Is equity release safe?
Equity release products are considered to be safe. Read our article to see why.
Key points
- There are a number of ways the financial services industry protects consumers when it comes to equity release.
- The Equity Release Council’s standards mean lifetime mortgage customers keep full ownership of their home and receive a no negative equity guarantee.
- The Financial Conduct Authority regulates equity release advisers and providers to ensure consumers are protected.
- Anyone considering equity release must speak to a financial adviser first, due to the complicated nature of the product.
There are two types of equity release – a lifetime mortgage or a home reversion plan. At Aviva, we offer lifetime mortgages to customers aged 55 and over, which allows you to borrow money against the value of your home through a long-term loan. While it could give you freedom to enjoy your retirement the way you’ve always wanted to, it’s a decision that needs to be carefully thought out. You’ll need to see a regulated equity release adviser before taking out equity release. They’ll help you work out whether it’s the right product for you, and whether your financial future is safe if you take it out.
When it comes to equity release, there are two organisations that make sure companies like Aviva are looking after their customers’ best interests.
The Equity Release Council
The Equity Release Council (ERC) is a trade body that safeguards consumers and promotes high standards of practice and conduct across the equity release industry. The ERC aims to help consumers to understand how equity release can help fund later-life care, support family or live a more comfortable life. Footnote [1]
Aviva is a proud member of the ERC and we’re committed to looking out for our customers and following the ERC’s standards and guidelines. There are a number of safeguarding measures for companies like us to adhere to when providing equity release.
Your home is yours for life
When you apply for a lifetime mortgage you must be mortgage-free or, be able to pay off a small remaining mortgage from the loan secured against your home.

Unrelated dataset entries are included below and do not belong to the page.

// Unit strings: "<number> <unit>" into SI.
// Conversion factors: SI prefixes and the gauss, inch, minute, degree and degree Celsius are
// exact by definition (BIPM, The International System of Units, 9th ed., 2019, tables 7 and 8;
// the inch as 25.4 mm by the international yard and pound agreement of 1959).
#include <catch2/catch.hpp>

#include <cmath>
#include <cstdio>
#include <numbers>
#include <string>

#include "coilwright/units.hpp"

using coilwright::Dimension;
using coilwright::parse_quantity;
using coilwright::UnitParseError;

namespace {
// Conversions round once (a multiplication or division by an exact power of ten), so the value
// is the correctly rounded one: allow one unit in the last place, floor 1e-300 near zero.
constexpr double kRel = 2.3e-16;
bool close(double got, double want) { return std::abs(got - want) <= kRel * std::abs(want) + 1e-300; }
}  // namespace

TEST_CASE("units: the rule is <number> <unit>, converted to SI", "[units]") {
  struct Case {
    const char* text;
    Dimension dim;
    double si;
  };
  const Case cases[] = {
      {"250 mm", Dimension::length, 0.25},
      {"0.25 m", Dimension::length, 0.25},
      {"250mm", Dimension::length, 0.25},  // the space is optional
      {"  250   mm ", Dimension::length, 0.25},
      {"+3 cm", Dimension::length, 0.03},
      {"-5 um", Dimension::length, -5e-6},
      {"5 \xC2\xB5m", Dimension::length, 5e-6},  // micro sign
      {"5 \xCE\xBCm", Dimension::length, 5e-6},  // Greek mu
      {"1 in", Dimension::length, 0.0254},
      {"2 km", Dimension::length, 2000.0},
      {"1.5e-3 m", Dimension::length, 1.5e-3},
      {"12.5 A", Dimension::current, 12.5},
      {"3 mA", Dimension::current, 3e-3},
      {"200 uT", Dimension::flux_density, 200e-6},
      {"2 G", Dimension::flux_density, 2e-4},  // gauss = 1e-4 T
      {"50 nT", Dimension::flux_density, 50e-9},
      {"10 mT/m", Dimension::gradient, 10e-3},
      {"1 G/cm", Dimension::gradient, 1e-2},
      {"0.5 deg", Dimension::angle, 0.5 * std::numbers::pi / 180.0},
      {"20 degC", Dimension::temperature, 293.15},
      {"20 \xC2\xB0" "C", Dimension::temperature, 293.15},
      {"300 K", Dimension::temperature, 300.0},
      {"5 degC", Dimension::temperature_difference, 5.0},
      {"30 V", Dimension::voltage, 30.0},
      {"100 W", Dimension::power, 100.0},
      {"2 ohm", Dimension::resistance, 2.0},
      {"2 \xCE\xA9", Dimension::resistance, 2.0},  // Greek capital omega
      {"3 k\xE2\x84\xA6", Dimension::resistance, 3000.0},  // ohm sign
      {"1 mH", Dimension::inductance, 1e-3},
      {"50 Hz", Dimension::frequency, 50.0},
      {"2 s", Dimension::time, 2.0},
      {"10 min", Dimension::time, 600.0},
      {"0.1 %", Dimension::ratio, 1e-3},
      {"100 ppm", Dimension::ratio, 1e-4},
      {"0.25", Dimension::ratio, 0.25},  // a bare number is a ratio
      {"5 W/(m^2 K)", Dimension::heat_transfer, 5.0},
      {"5 W/m2K", Dimension::heat_transfer, 5.0},
      {"5 W/(m^2*K)", Dimension::heat_transfer, 5.0},
  };
  for (const auto& c : cases) {
    INFO(c.text);
    CHECK(close(parse_quantity(c.text, c.dim), c.si));
  }
}

TEST_CASE("units: SI values written with 17 digits read back bit for bit", "[units]") {
  for (double v : {0.1, 1.0 / 3.0, 6.02214076e23, 1e-300, -2.718281828459045}) {
    char buf[64];
    std::snprintf(buf, sizeof buf, "%.17g m", v);
    CHECK(parse_quantity(buf, Dimension::length) == v);
  }
}

TEST_CASE("units: inputs that must fail, with messages naming what was found and accepted", "[units]") {
  const auto message = [](const char* text, Dimension d) {
    try {
      (void)parse_quantity(text, d);
    } catch (const UnitParseError& e) {
      return std::string(e.what());
    }
    return std::string("(no error)");
  };
  // A bare number is only a ratio.
  CHECK_THAT(message("250", Dimension::length), Catch::Contains("has no unit") && Catch::Contains("mm"));
  // A unit of the wrong kind names both kinds and the accepted units.
  const std::string wrong = message("5 A", Dimension::length);
  CHECK_THAT(wrong, Catch::Contains("current") && Catch::Contains("length") && Catch::Contains("accepted units: m, mm"));
  CHECK_THAT(message("5 xyz", Dimension::length), Catch::Contains("unknown unit \"xyz\""));
  CHECK_THAT(message("nan m", Dimension::length), Catch::Contains("not a finite number"));
  CHECK_THAT(message("inf m", Dimension::length), Catch::Contains("not a finite number"));
  CHECK_THAT(message("1e999 m", Dimension::length), Catch::Contains("out of the range"));
  CHECK_THAT(message("", Dimension::length), Catch::Contains("empty value"));
  CHECK_THAT(message("mm", Dimension::length), Catch::Contains("does not start with a number"));
  CHECK_THAT(message("1,5 mm", Dimension::length), Catch::Contains("unknown unit"));
  CHECK_THAT(message("+-5 mm", Dimension::length), Catch::Contains("does not start with a number"));
  CHECK_THAT(message("5 MM", Dimension::length), Catch::Contains("unknown unit"));  // units are case-sensitive
  CHECK_THAT(message("20 degC", Dimension::length), Catch::Contains("temperature"));
  CHECK_THAT(message("1 T/m", Dimension::flux_density), Catch::Contains("field gradient"));
}

TEST_CASE("units: every dimension has a name, an SI unit and accepted units", "[units]") {
  for (int d = 0; d <= static_cast<int>(Dimension::heat_transfer); ++d) {
    const auto dim = static_cast<Dimension>(d);
    CHECK_FALSE(coilwright::dimension_name(dim).empty());
    CHECK_FALSE(coilwright::si_unit(dim).empty());
    CHECK_FALSE(coilwright::accepted_units(dim).empty());
  }
}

This means you’ll still own your home and we won’t force you to move out at any time, as long as the property remains your main residence for life and the terms and conditions of your lifetime mortgage are maintained. Our lifetime mortgage is repaid when you die or if you go into long-term care, subject to our terms and conditions.
With these types of rules in place, the ERC and its members help people take advantage of a lifetime mortgage while still retaining full ownership of their home.
No negative equity guarantee
Because we’re an ERC member, our customers get a guarantee of no negative equity. This is only when the property’s sold and there’s not enough money left to pay off the loan. For example, if you sell your home for £200,000 but you owe £210,000 on your lifetime mortgage, then you’ll only have to pay back what you get for your home – in this case £200,000.
This guarantees that neither you nor your estate will be responsible for paying back any more than your home can be sold for, providing it’s sold for the best reasonable price.
Other factors to consider
Equity release can be complicated, and it’s not for everyone. You need to consider lots of different factors, including that taking out a lifetime mortgage means you’ll leave a lower inheritance from the sale of your home. It can also affect your tax position and whether you can still claim certain welfare benefits.
Interest rates
Although there are no monthly payments to make, you can lower your outstanding balance by making one-off payments as and when you want. How this works depends on your provider and their terms and conditions. You'll build up interest for as long as you have the mortgage. Interest is added on the total amount you borrow as well as interest added over time, which can all add up quite quickly.
There are two types of interest rates – fixed and variable. A fixed rate never changes, while a variable rate can change at any time, but usually within set limits. At Aviva our lifetime mortgage comes with a fixed interest rate, so you don’t need to worry about this going up over time. This helps our customers to plan ahead with how much they’ll owe in the future.
With our lifetime mortgage, you can take out the initial lump sum and set up a cash reserve to borrow from in the future. This helps because you’ll only pay interest on the money that you take out, not the money left in the cash reserve.
If you do decide to take money from the reserve, then the interest rate applied to this will be what’s available at the time. This could be higher or lower than the interest rate we offered when you first took out our lifetime mortgage.
Moving home
It’s recommended to check whether your equity release provider allows you to transfer your plan to a new home. If not, this might leave you in a less flexible position for the duration of your lifetime mortgage.
With our lifetime mortgage, you can move home and take your policy with you. However, this depends on whether your new property meets our lending criteria at the time, and you’ll need to agree this with us. If your new home is worth less than your current one, you might need to repay some of the loan and interest. If the property doesn't meet our lending criteria you'll need to repay the loan and interest as well as a potentially substantial early repayment charge. Though you may be able to use our downsizing protection feature to repay the lifetime mortgage with no early repayment charge, subject to terms and conditions. We recommend speaking to a financial adviser before making any decisions on moving home with a lifetime mortgage.
In summary
To summarise, there are regulations and standards in place – set by the Equity Release Council and Financial Conduct Authority – to keep the equity release market safe for consumers. However, whether equity release is safe for you personally is dependent on your own specific circumstances. You must take financial advice from a regulated financial adviser before taking out equity release. They can go through all of the risks and considerations with you.